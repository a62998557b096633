import type { Expr, Line, RelationSign, SetExpr } from './expression.ts';
import { exprInWords } from './words-expression.ts';

const RELATIONS: Record<RelationSign, string> = {
  '=': 'equals',
  '<': 'is less than',
  '>': 'is greater than',
  '<=': 'is less than or equal to',
  '>=': 'is greater than or equal to',
  '!=': 'is not equal to',
  approx: 'is approximately',
};

/** The line as English words, for the eye and for screen readers. */
export function lineInWords(line: Line): string {
  switch (line.kind) {
    case 'expression':
      return exprInWords(line.expr);
    case 'relation':
      return `${exprInWords(line.left)} ${RELATIONS[line.sign]} ${exprInWords(line.right)}`;
    case 'chain':
      return line.members
        .map((member, at) => (at > 0 ? linkInWords(line.signs[at - 1]!, member) : exprInWords(member)))
        .join(' ');
    case 'continuation':
      return `which ${line.members.map((member, at) => linkInWords(line.signs[at]!, member)).join(' ')}`;
    case 'any':
    case 'all':
      return line.parts.map(lineInWords).join(line.kind === 'any' ? ', or ' : ', and ');
    case 'membership':
      return line.letter
        ? `${exprInWords(line.letter)} is ${line.negated ? 'not ' : ''}in ${setInWords(line.set)}`
        : setInWords(line.set);
    case 'none':
      return 'no solution';
    case 'always':
      return line.letter ? `true for all real ${line.letter}` : 'always true';
    case 'definition':
      return line.params.length > 0
        ? `${line.name} of ${line.params.join(' and ')} is defined as ${exprInWords(line.value)}`
        : `let ${line.name} be ${exprInWords(line.value)}`;
  }
}

function linkInWords(sign: RelationSign, member: Expr): string {
  return `${RELATIONS[sign]} ${exprInWords(member)}`;
}

const NAMED = {
  empty: 'the empty set',
  reals: 'the real numbers',
  integers: 'the whole numbers',
  naturals: 'the natural numbers',
  rationals: 'the rational numbers',
  complex: 'the complex numbers',
} as const;

function setInWords(set: SetExpr): string {
  switch (set.kind) {
    case 'finite':
      return `the set of ${set.items.map(exprInWords).join(', ')}`;
    case 'interval': {
      const from = set.from ? `${exprInWords(set.from)}, ${included(set.fromClosed)},` : 'minus infinity';
      const to = set.to ? `${exprInWords(set.to)}, ${included(set.toClosed)}` : 'infinity';
      return `the interval from ${from} to ${to}`;
    }
    case 'union':
      return set.parts.map(setInWords).join(', together with ');
    case 'intersection':
      return set.parts.map(setInWords).join(', in common with ');
    case 'without':
      return `${setInWords(set.from)} without ${setInWords(set.removed)}`;
    default:
      return NAMED[set.kind];
  }
}

function included(isClosed: boolean): string {
  return isClosed ? 'included' : 'left out';
}
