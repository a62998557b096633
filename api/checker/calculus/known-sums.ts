import type { Expr } from '../../../shared/maths/expression.ts';
import { sameExpr } from '../../../shared/maths/same.ts';
import * as Q from '../numbers/rational.ts';
import {
  addExprs,
  callOf,
  divExprs,
  letterOf,
  mulExprs,
  numberOf,
  oneExpr,
  piExpr,
  powExprs,
  rationalExpr,
  rationalOf,
  subExprs,
  zeroExpr,
} from './build.ts';
import { factorise, isFree, linearIn } from './integrand.ts';
import { substitute } from './substitute.ts';

const mostSkipped = 40n;

/**
 * Infinite sums that no table of differences gives: c/k^2 and c/k^4 (DLMF 25.6.1), and c x^k/k!, the series of the
 * exponential function (DLMF 4.2.19).
 */
export function knownInfiniteSum(body: Expr, index: string, from: Expr): Expr | null {
  const start = rationalOf(from);
  if (!start || start.den !== 1n) return null;
  return zetaSum(body, index, start.num) ?? exponentialSum(body, index, start.num);
}

function zetaSum(body: Expr, index: string, start: bigint): Expr | null {
  const { coef, factors } = factorise(body, index);
  const [only] = factors;
  if (factors.length !== 1 || only?.base.kind !== 'letter' || start < 1n || start > mostSkipped) return null;
  const order = Q.equals(only.times, Q.rational(-2)) ? 2 : Q.equals(only.times, Q.rational(-4)) ? 4 : null;
  if (order === null) return null;
  const whole =
    order === 2
      ? divExprs(powExprs(piExpr, numberOf(2)), numberOf(6))
      : divExprs(powExprs(piExpr, numberOf(4)), numberOf(90));
  return mulExprs(coef, subExprs(whole, firstTerms(powExprs(letterOf(index), numberOf(-order)), index, 1n, start)));
}

/** The terms from `low` up to, not including, `high`. */
function firstTerms(body: Expr, index: string, low: bigint, high: bigint): Expr {
  const parts: Expr[] = [zeroExpr];
  for (let k = low; k < high; k += 1n) parts.push(substitute(body, index, rationalExpr({ num: k, den: 1n })));
  return addExprs(...parts);
}

function exponentialSum(body: Expr, index: string, start: bigint): Expr | null {
  if (body.kind !== 'quotient' || body.denominator.kind !== 'factorial' || start < 0n || start > mostSkipped)
    return null;
  if (!sameExpr(body.denominator.operand, letterOf(index))) return null;
  const { coef, base } = powerOfIndex(body.numerator, index) ?? {};
  if (!coef || !base) return null;
  const one = (k: bigint): Expr => {
    let product = 1n;
    for (let j = 2n; j <= k; j += 1n) product *= j;
    return divExprs(k === 0n ? oneExpr : powExprs(base, numberOf(k)), numberOf(product));
  };
  const parts: Expr[] = [zeroExpr];
  for (let k = 0n; k < start; k += 1n) parts.push(one(k));
  return mulExprs(coef, subExprs(callOf('exp', base), addExprs(...parts)));
}

/** c x^k, with c and x free of k; (-1)^k and 2^k among the factors belong to x. */
function powerOfIndex(expr: Expr, index: string): { coef: Expr; base: Expr } | null {
  if (isFree(expr, index)) return { coef: expr, base: oneExpr };
  if (expr.kind === 'product') {
    const parts = expr.factors.map((factor) => powerOfIndex(factor, index));
    if (parts.includes(null)) return null;
    const known = parts as { coef: Expr; base: Expr }[];
    return { coef: mulExprs(...known.map(({ coef }) => coef)), base: mulExprs(...known.map(({ base }) => base)) };
  }
  const linear = expr.kind === 'power' && isFree(expr.base, index) ? linearIn(expr.exponent, index) : null;
  if (expr.kind !== 'power' || !linear) return null;
  return { coef: powExprs(expr.base, linear.constant), base: powExprs(expr.base, linear.slope) };
}
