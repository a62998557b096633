import type { Expr, Line, ReadSettings, RelationSign, SetExpr } from './expression.ts';
import { bracket, glue, printExpr } from './print-expression.ts';

export { printExpr };

type Decimal = ReadSettings['decimal'];

const SIGNS: Record<RelationSign, string> = {
  '=': '=',
  '<': '<',
  '>': '>',
  '<=': '\\le',
  '>=': '\\ge',
  '!=': '\\ne',
  approx: '\\approx',
};

/** A line as TeX; read again, with the same decimal mark, it is the same line. */
export function printLine(line: Line, decimal: Decimal = 'point'): string {
  const show = (expr: Expr) => printExpr(expr, decimal);
  switch (line.kind) {
    case 'expression':
      return show(line.expr);
    case 'relation':
      return relate(show(line.left), line.sign, show(line.right));
    case 'chain':
      return line.members
        .slice(1)
        .reduce((text, member, at) => relate(text, line.signs[at]!, show(member)), show(line.members[0]!));
    case 'continuation':
      return line.members.reduce((text, member, at) => relate(text, line.signs[at]!, show(member)), '');
    case 'any':
    case 'all':
      return line.parts
        .map((part) => statement(part, decimal))
        .join(line.kind === 'any' ? '\\text{ or }' : '\\text{ and }');
    case 'membership': {
      const set = printSet(line.set, decimal);
      return line.letter ? glue(show(line.letter) + (line.negated ? '\\notin' : '\\in'), set) : set;
    }
    case 'none':
      return '\\text{no solution}';
    case 'always':
      return line.letter === null ? '\\text{always true}' : `\\text{all real }${line.letter}`;
    case 'definition': {
      const params = line.params.length > 0 ? bracket(line.params.join(',')) : '';
      const isUsual = params !== '' && 'fghFGH'.includes(line.name);
      return `${isUsual ? '' : '\\text{let }'}${line.name}${params}=${show(line.value)}`;
    }
  }
}

function relate(text: string, sign: RelationSign, member: string): string {
  return glue(glue(text, SIGNS[sign]), member);
}

function statement(part: Line, decimal: Decimal): string {
  const text = printLine(part, decimal);
  return part.kind === 'any' || part.kind === 'all' ? bracket(text) : text;
}

const NAMED = {
  empty: '\\varnothing',
  reals: '\\mathbb{R}',
  integers: '\\mathbb{Z}',
  naturals: '\\mathbb{N}',
  rationals: '\\mathbb{Q}',
  complex: '\\mathbb{C}',
} as const;

function printSet(set: SetExpr, decimal: Decimal): string {
  const separator = decimal === 'comma' ? ';' : ',';
  switch (set.kind) {
    case 'finite':
      return `\\left\\{${set.items.map((item) => printExpr(item, decimal)).join(separator)}\\right\\}`;
    case 'interval': {
      const from = set.from ? printExpr(set.from, decimal) : '-\\infty';
      const to = set.to ? printExpr(set.to, decimal) : '\\infty';
      return `\\left${set.fromClosed ? '[' : '('}${from}${separator}${to}\\right${set.toClosed ? ']' : ')'}`;
    }
    case 'union':
    case 'intersection':
      return set.parts
        .map((part) => simpleSet(part, decimal))
        .reduce((text, part) => glue(text + (set.kind === 'union' ? '\\cup' : '\\cap'), part));
    case 'without':
      return glue(`${simpleSet(set.from, decimal)}\\setminus`, simpleSet(set.removed, decimal));
    default:
      return NAMED[set.kind];
  }
}

function simpleSet(set: SetExpr, decimal: Decimal): string {
  const text = printSet(set, decimal);
  return set.kind === 'union' || set.kind === 'intersection' || set.kind === 'without' ? bracket(text) : text;
}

★ ★ ★ ★ ★

- _WHAT TO PRODUCE_: Start at the first line of the material. Reproduce every line exactly, ending with the line that holds "rationals: 'the rational".

- _RESULT_:
repository a62998557b096633
import type { Expr, Line, RelationSign, SetExpr } from './expression.ts';
import { exprInWords } from './words-expression.ts';

const RELATIONS: Record<RelationSign, string> = {
  '=': 'equals',
  '<': 'is less than',
  '>': 'is greater than',
  '<=': 'is less than or equal to',
  '>=': 'is greater than or equal to',
  '!=': 'is not equal to',
  approx: 'is approximately',
};

/** The line as English words, for the eye and for screen readers. */
export function lineInWords(line: Line): string {
  switch (line.kind) {
    case 'expression':
      return exprInWords(line.expr);
    case 'relation':
      return `${exprInWords(line.left)} ${RELATIONS[line.sign]} ${exprInWords(line.right)}`;
    case 'chain':
      return line.members
        .map((member, at) => (at > 0 ? linkInWords(line.signs[at - 1]!, member) : exprInWords(member)))
        .join(' ');
    case 'continuation':
      return `which ${line.members.map((member, at) => linkInWords(line.signs[at]!, member)).join(' ')}`;
    case 'any':
    case 'all':
      return line.parts.map(lineInWords).join(line.kind === 'any' ? ', or ' : ', and ');
    case 'membership':
      return line.letter
        ? `${exprInWords(line.letter)} is ${line.negated ? 'not ' : ''}in ${setInWords(line.set)}`
        : setInWords(line.set);
    case 'none':
      return 'no solution';
    case 'always':
      return line.letter ? `true for all real ${line.letter}` : 'always true';
    case 'definition':
      return line.params.length > 0
        ? `${line.name} of ${line.params.join(' and ')} is defined as ${exprInWords(line.value)}`
        : `let ${line.name} be ${exprInWords(line.value)}`;
  }
}

function linkInWords(sign: RelationSign, member: Expr): string {
  return `${RELATIONS[sign]} ${exprInWords(member)}`;
}

const NAMED = {
  empty: 'the empty set',
  reals: 'the real numbers',
  integers: 'the whole numbers',
  naturals: 'the natural numbers',
  rationals: 'the rational numbers',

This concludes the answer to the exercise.